Cervical cancer vaccination will be available for girls already in first year and for those entering secondary school, writes MUIRIS HOUSTON
THE HPV vaccination programme against cervical cancer is now expected to start in September, targeting both first and second year girls in its initial stages, the Health Service Executive’s leading vaccination expert has indicated.
In a memo sent to Prof Brendan Drumm and other senior HSE managers and seen by The Irish Times, Dr Kevin Kelleher, assistant national director of population health, has recommended the option of vaccinating girls who are now in first year at secondary school as well as those who will be in first year by September.
Dr Kelleher said this option offers some economies of scale and will allow more time to complete discussions with key stakeholders such as school principals and management boards.
Last month, the Minister for Health, Mary Harney, reversed an earlier Government decision not to fund cervical cancer vaccination and announced that a national HPV vaccination programme would commence in 2010. This programme, which Ms Harney said would start before the summer, was to target 30,000 12-year-old girls at a cost of €3 million.
However, Dr Kelleher warned of a number of “key challenges” if the proposed timescale is to be met.
Among these is the absence of school vaccination programmes in parts of HSE Dublin North East and HSE West and the focus of existing programmes on primary rather than secondary schools.
“There is a requirement for a suitable location for [HPV] vaccination in each [secondary] school. This is currently a challenge in many schools around the country,” Dr Kelleher writes in the memo.
He points out to senior managers that the current school vaccination returns are completed “on paper” but that an ICT system will be needed for the HPV programme.
“The ICT system must link vaccination history with future screening by the cervical cancer screening programme,” he advised.

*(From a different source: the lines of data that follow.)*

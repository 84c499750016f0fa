import { describe, expect, it } from 'vitest';
import { chunkRanges, mapInWorkers } from '../src/parallel/pool.js';

const job = new URL('./fixtures/square.ts', import.meta.url).href;

describe('worker pool', () => {
  it('returns results in input order across two threads', async () => {
    const inputs = Array.from({ length: 37 }, (_, i) => i);
    const out = await mapInWorkers<number, number>(job, 'square', inputs, { threads: 2 });
    expect(out).toEqual(inputs.map((x) => x * x));
  });
  it('gives the same results on the calling thread', async () => {
    const out = await mapInWorkers<number, number>(job, 'square', [3, 4], { threads: 1 });
    expect(out).toEqual([9, 16]);
  });
  it('passes a worker error to the caller', async () => {
    await expect(mapInWorkers<number, number>(job, 'square', [1, -1, 2], { threads: 2 })).rejects.toThrow(/negative input/);
  });
  it('splits ranges that cover every item once', () => {
    const r = chunkRanges(10, 3);
    expect(r).toEqual([[0, 3], [3, 6], [6, 10]]);
    expect(chunkRanges(2, 5)).toEqual([[0, 1], [1, 2]]);
  });
});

There is an acknowledgement that the manpower requirements of the current swine flu immunisation programme have created a backlog of routine school vaccination and screening programmes. Because of the current measles outbreak in different parts of the country, there is an urgent need to administer MMR vaccine to four- to five-year-old children in primary schools, the memo states.
Although the operation of mass vaccination swine flu clinics are expected to be scaled down in coming months, the need to start a HPV vaccination programme against cervical cancer for 12 and 13-year-old girls means that staff are likely to be redirected to this programme, leading to fears of continuing neglect of statutory child health surveillance programmes.
The HPV vaccine is given in three separate doses over a six-month period. This equates to a requirement for 180,000 HPV vaccines to be administered nationally.